**DIRECTIONS FOR THIS TASK**
Please work out how many lines in the records below include the word "TestSwap", and reply with that number only.

**DATA PROVIDED**
package compare

import (
	"encoding/json"
	"errors"
	"math"
	"math/rand/v2"
	"os"
	"slices"
	"testing"

	"gonum.org/v1/gonum/mat"
	"gonum.org/v1/gonum/stat/distuv"

	"tandem/compare/table"
)

func near(got, want, rel float64) bool {
	return math.Abs(got-want) <= rel*math.Max(math.Abs(want), 1e-300) || got == want
}

type scipyComparison struct {
	A, B         string
	Value        string
	Errors       []string
	Correlations map[string]float64
	Pulls        []float64
	Chi2         float64
	NDF          int
	PValue       float64 `json:"p_value"`
	PullMean     float64 `json:"pull_mean"`
	PullWidth    float64 `json:"pull_width"`
	KSStat       float64 `json:"ks_statistic"`
	KSP          float64 `json:"ks_p_value"`
	Runs         int
	RunsP        float64 `json:"runs_p_value"`
	MaxAbsPull   float64 `json:"max_abs_pull"`
	MaxPullP     float64 `json:"max_pull_p_value"`
}

// TestAgainstScipy compares two tables end to end, each error column a
// source with its own correlation, and checks every number against
// testdata/reference/scipy_values.json, computed from the same CSV files by
// pandas and scipy (scipy.stats.chi2, kstest(method="exact"),
// norm) in testdata/reference/make_scipy_reference.py.
func TestAgainstScipy(t *testing.T) {
	data, err := os.ReadFile("../testdata/reference/scipy_values.json")
	if err != nil {
		t.Fatal(err)
	}
	var ref struct {
		Comparisons []scipyComparison
	}
	if err := json.Unmarshal(data, &ref); err != nil {
		t.Fatal(err)
	}
	if len(ref.Comparisons) == 0 {
		t.Fatal("no reference comparisons")
	}
	for _, c := range ref.Comparisons {
		a, err := table.ReadFile("../"+c.A, table.CSVOptions{})
		if err != nil {
			t.Fatal(err)
		}
		b, err := table.ReadFile("../"+c.B, table.CSVOptions{})
		if err != nil {
			t.Fatal(err)
		}
		opt := Defaults()
		opt.Correlations = map[string]Rho{}
		for k, v := range c.Correlations {
			opt.Correlations[k] = Number(v)
		}
		rs, err := Columns(a, b, []Selection{{Value: c.Value, Errors: c.Errors}}, opt)
		if err != nil {
			t.Fatal(err)
		}
		r := rs[0]
		for i, p := range c.Pulls {
			if !near(r.Pulls[i], p, 1e-12) {
				t.Errorf("ρ=%v pull %d = %v, scipy %v", c.Correlations, i, r.Pulls[i], p)
			}
		}
		checks := []struct {
			name      string
			got, want float64
			rel       float64
		}{
			{"chi2", r.Chi2, c.Chi2, 1e-12},
			{"ndf", float64(r.NDF), float64(c.NDF), 0},
			{"p", r.PValue, c.PValue, 1e-9},
			{"pull mean", r.PullMean, c.PullMean, 1e-10},
			{"pull width", r.PullWidth, c.PullWidth, 1e-12},
			{"KS D", r.KSStat, c.KSStat, 1e-12},
			{"KS p", r.KSP, c.KSP, 1e-6},
			{"runs", float64(r.Runs), float64(c.Runs), 0},
			{"runs p", r.RunsP, c.RunsP, 1e-10},
			{"max |pull|", r.MaxAbsPull, c.MaxAbsPull, 1e-12},
			{"max-pull p", r.MaxPullP, c.MaxPullP, 1e-10},
		}
		for _, k := range checks {
			if !near(k.got, k.want, k.rel) {
				t.Errorf("ρ=%v %s = %.15g, scipy %.15g", c.Correlations, k.name, k.got, k.want)
			}
		}
	}
}

// randomPair makes two agreeing tables of n bins with a true curve and
// Gaussian noise of the stated errors.
func randomPair(rng *rand.Rand, n int) (*table.Series, *table.Series) {
	mk := func() *table.Series {
		s := &table.Series{Column: "y", Lo: make([]float64, n), Hi: make([]float64, n), V: make([]float64, n)}
		e := make([]float64, n)
		for i := 0; i < n; i++ {
			s.Lo[i], s.Hi[i] = float64(i), float64(i+1)
			truth := 50 * math.Exp(-0.05*float64(i))
			e[i] = math.Sqrt(truth)
			s.V[i] = truth + e[i]*rng.NormFloat64()
		}
		s.Down, s.Up = e, e
		return s
	}
	return mk(), mk()
}

func affine(s *table.Series, scale, offset []float64) *table.Series {
	out := &table.Series{Column: s.Column, Lo: s.Lo, Hi: s.Hi, V: make([]float64, len(s.V)), Down: make([]float64, len(s.V))}
	for i := range s.V {
		out.V[i] = scale[i]*s.V[i] + offset[i]
		out.Down[i] = math.Abs(scale[i]) * s.Down[i]
	}
	out.Up = out.Down
	return out
}

// TestAffineInvariance: the blinding map v' = s·v + o (errors ×|s|), the
// same for both chains, leaves pulls, χ² and every p-value unchanged, for a
// global map and for a per-bin (shape) map, with and without covariance
// matrices (V'_ij = s_i s_j V_ij).
func TestAffineInvariance(t *testing.T) {
	rng := rand.New(rand.NewPCG(1, 1))
	const n = 30
	a, b := randomPair(rng, n)
	for _, perBin := range []bool{false, true} {
		scale, offset := make([]float64, n), make([]float64, n)
		for i := range scale {
			k := 0
			if perBin {
				k = i
			}
			scale[i] = 0.5 + 1.5*float64((k*7919)%13)/13
			offset[i] = -300 + 17*float64((k*104729)%11)
		}
		for _, withCov := range []bool{false, true} {
			opt := Options{Correlation: 0.3, Limits: DefaultLimits}
			optB := opt
			if withCov {
				va, vb := covOf(a, 0.2), covOf(b, 0.2)
				opt = Options{CovA: va, CovB: vb, Limits: DefaultLimits}
				optB = Options{CovA: scaleCov(va, scale), CovB: scaleCov(vb, scale), Limits: DefaultLimits}
			}
			r1, err := Series(a, b, opt)
			if err != nil {
				t.Fatal(err)
			}
			r2, err := Series(affine(a, scale, offset), affine(b, scale, offset), optB)
			if err != nil {
				t.Fatal(err)
			}
			for i := range r1.Pulls {
				if !near(r2.Pulls[i], r1.Pulls[i], 1e-9) {
					t.Errorf("perBin=%v cov=%v: pull %d %v != %v", perBin, withCov, i, r2.Pulls[i], r1.Pulls[i])
				}
			}
			for _, k := range [][3]any{
				{"chi2", r1.Chi2, r2.Chi2}, {"p", r1.PValue, r2.PValue}, {"KS p", r1.KSP, r2.KSP},
				{"runs p", r1.RunsP, r2.RunsP}, {"max p", r1.MaxPullP, r2.MaxPullP},
			} {
				if !near(k[2].(float64), k[1].(float64), 1e-9) {
					t.Errorf("perBin=%v cov=%v: %s %v != %v", perBin, withCov, k[0], k[2], k[1])
				}
			}
		}
	}
}

// covOf builds a covariance with the series' errors on the diagonal and a
// correlation rho between neighbours.
func covOf(s *table.Series, rho float64) *mat.SymDense {
	n := len(s.V)
	c := mat.NewSymDense(n, nil)
	for i := 0; i < n; i++ {
		c.SetSym(i, i, s.Down[i]*s.Down[i])
		if i+1 < n {
			c.SetSym(i, i+1, rho*s.Down[i]*s.Down[i+1])
		}
	}
	return c
}

func scaleCov(v *mat.SymDense, s []float64) *mat.SymDense {
	n := v.SymmetricDim()
	out := mat.NewSymDense(n, nil)
	for i := 0; i < n; i++ {
		for j := i; j < n; j++ {
			out.SetSym(i, j, s[i]*s[j]*v.At(i, j))
		}
	}
	return out
}

// TestSwap: comparing B with A flips the pull signs and nothing else.
func TestSwap(t *testing.T) {
	rng := rand.New(rand.NewPCG(2, 2))
	a, b := randomPair(rng, 25)
	r1, _ := Series(a, b, Options{Correlation: 0.2, Limits: DefaultLimits})
	r2, _ := Series(b, a, Options{Correlation: 0.2, Limits: DefaultLimits})
	for i := range r1.Pulls {
		if r1.Pulls[i] != -r2.Pulls[i] {
			t.Errorf("pull %d: %v vs %v", i, r1.Pulls[i], r2.Pulls[i])
		}
	}
	if r1.Chi2 != r2.Chi2 || r1.PValue != r2.PValue || r1.MaxPullP != r2.MaxPullP || !near(r1.RunsP, r2.RunsP, 1e-12) ||
		!near(r1.KSP, r2.KSP, 1e-12) || r1.PullWidth != r2.PullWidth || r1.PullMean != -r2.PullMean {
		t.Errorf("swap changed statistics: χ² %v/%v p %v/%v runs p %v/%v KS p %v/%v mean %v/%v",
			r1.Chi2, r2.Chi2, r1.PValue, r2.PValue, r1.RunsP, r2.RunsP, r1.KSP, r2.KSP, r1.PullMean, r2.PullMean)
	}
}

// TestEnsembleUniform: for agreeing tables the χ², KS and largest-pull
// p-values are uniform. A χ² goodness-of-fit over 10 deciles of 2000 fixed-
// seed trials must not reject at 0.1%. (The runs test is discrete and its
// one-sided p-value is only super-uniform: P(p <= α) <= α is checked.)
func TestEnsembleUniform(t *testing.T) {
	rng := rand.New(rand.NewPCG(3, 3))
	const trials, bins = 2000, 40
	var chi, ks, mx []float64
	runsLow := 0
	for k := 0; k < trials; k++ {
		a, b := randomPair(rng, bins)
		r, err := Series(a, b, Options{Limits: DefaultLimits})
		if err != nil {
			t.Fatal(err)
		}
		chi, ks, mx = append(chi, r.PValue), append(ks, r.KSP), append(mx, r.MaxPullP)
		if r.RunsP <= 0.05 {
			runsLow++
		}
	}
	for name, ps := range map[string][]float64{"chi2": chi, "KS": ks, "max-pull": mx} {
		counts := make([]float64, 10)
		for _, p := range ps {
			counts[min(int(p*10), 9)]++
		}
		stat := 0.0
		for _, c := range counts {
			stat += (c - trials/10.0) * (c - trials/10.0) / (trials / 10.0)
		}
		if p := (distuv.ChiSquared{K: 9}).Survival(stat); p < 1e-3 {
			t.Errorf("%s p-values not uniform: deciles %v (gof p = %v)", name, counts, p)
		}
	}
	// Binomial(2000, 0.05) has mean 100 and sd 9.7: allow 3.5 sd above.
	if runsLow > 134 {
		t.Errorf("runs p <= 0.05 in %d of %d trials", runsLow, trials)
	}
}

func TestTrendFailsRuns(t *testing.T) {
	// A smooth relative slope between chains: pulls small but one-signed
	// halves, so the runs test catches it while max |pull| does not.
	const n = 40
	a := &table.Series{Column: "y", V: make([]float64, n), Down: make([]float64, n)}
	b := &table.Series{Column: "y", V: make([]float64, n), Down: make([]float64, n)}
	for i := 0; i < n; i++ {
		a.V[i] = 100
		b.V[i] = 100 + 1.5*(float64(i)-19.5)/19.5
		a.Down[i], b.Down[i] = 1, 1
	}
	a.Up, b.Up = a.Down, b.Down
	r, err := Series(a, b, Options{Limits: DefaultLimits})
	if err != nil {
		t.Fatal(err)
	}
	if r.Runs != 2 || r.RunsP > 1e-9 || r.Pass {
		t.Errorf("runs = %d, p = %v, pass = %v", r.Runs, r.RunsP, r.Pass)
	}
	names := []string{}
	for _, c := range r.Criteria {
		names = append(names, c.Name)
	}
	if want := []string{CritComparable, CritChi2, CritKS, CritRuns, CritMaxPullP}; !slices.Equal(names, want) {
		t.Errorf("criteria %v, want the fixed order %v", names, want)
	}
}

func TestBarlowAndZeroSigma(t *testing.T) {
	a := &table.Series{V: []float64{10, 5, 3}, Down: []float64{2, 1, 0}}
	b := &table.Series{V: []float64{9, 5, 3}, Down: []float64{1.5, 1, 0}}
	a.Up, b.Up = a.Down, b.Down
	r, err := Series(a, b, Options{Subset: true, Limits: DefaultLimits})
	if err != nil {
		t.Fatal(err)
	}
	// bin 1: σ_d² = |4 - 2.25| = 1.75 (Barlow); bins 2 and 3 have σ_d = 0.
	if !near(r.Pulls[0], 1/math.Sqrt(1.75), 1e-15) {
		t.Errorf("Barlow pull = %v", r.Pulls[0])
	}
	if !slices.Equal(r.ZeroSigma, []int{1, 2}) || r.NDF != 1 {
		t.Errorf("zero-σ bins %v, ndf %d", r.ZeroSigma, r.NDF)
	}
}

func TestAsymmetricFacingErrors(t *testing.T) {
	// a above b: a's lower error and b's upper error face each other.
	a := &table.Series{V: []float64{12}, Down: []float64{3}, Up: []float64{1}}
	b := &table.Series{V: []float64{10}, Down: []float64{0.5}, Up: []float64{4}}
	r, err := Series(a, b, Options{Limits: DefaultLimits})
	if err != nil {
		t.Fatal(err)
	}
	if want := 2 / math.Sqrt(9+16); !near(r.Pulls[0], want, 1e-15) || !r.Asymmetric {
		t.Errorf("pull = %v, want %v; asymmetric = %v", r.Pulls[0], want, r.Asymmetric)
	}
}

func TestCovarianceMatchesDiagonal(t *testing.T) {
	rng := rand.New(rand.NewPCG(4, 4))
	a, b := randomPair(rng, 12)
	r1, _ := Series(a, b, Options{Limits: DefaultLimits})
	r2, err := Series(a, b, Options{CovA: covOf(a, 0), CovB: covOf(b, 0), Limits: DefaultLimits})
	if err != nil {
		t.Fatal(err)
	}
	if !near(r2.Chi2, r1.Chi2, 1e-12) {
		t.Errorf("diagonal covariance χ² %v != Σ pull² %v", r2.Chi2, r1.Chi2)
	}
	bad := mat.NewSymDense(12, nil)
	bad.SetSym(0, 0, -1)
	if _, err := Series(a, b, Options{CovA: bad, CovB: mat.NewSymDense(12, nil), Limits: DefaultLimits}); !errors.Is(err, ErrNotPositiveDefinite) {
		t.Errorf("want ErrNotPositiveDefinite, got %v", err)
	}
}

func TestNumericalTolerance(t *testing.T) {
	a := &table.Series{V: []float64{1, 2, 1000}, Down: []float64{1, 1, 1}}
	b := &table.Series{V: []float64{1, 2.0000001, 1000.01}, Down: []float64{1, 1, 1}}
	a.Up, b.Up = a.Down, b.Down
	r, _ := Series(a, b, Options{Limits: Limits{AbsTol: 1e-6, RelTol: 1e-6}})
	if r.Pass {
		t.Errorf("1000 vs 1000.01 is beyond max(1e-6, 1e-6·1000.01)")
	}
	r, _ = Series(a, b, Options{Limits: Limits{AbsTol: 1e-6, RelTol: 1e-5}})
	if !r.Pass {
		t.Errorf("all within tolerance: %v", r.Failures())
	}
}

func TestSidak(t *testing.T) {
	// n = 1 reduces to the two-sided normal tail: 2(1 - Φ(1.96)) = 0.05
	// (NIST/SEMATECH e-Handbook 1.3.6.7.1, z = 1.96).
	if p := SidakP(1.959964, 1); !near(p, 0.05, 1e-5) {
		t.Errorf("SidakP(1.96, 1) = %v", p)
	}
	if p := SidakP(0, 100); p != 1 {
		t.Errorf("SidakP(0, 100) = %v", p)
	}
}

**EXERCISE SOLUTION**
2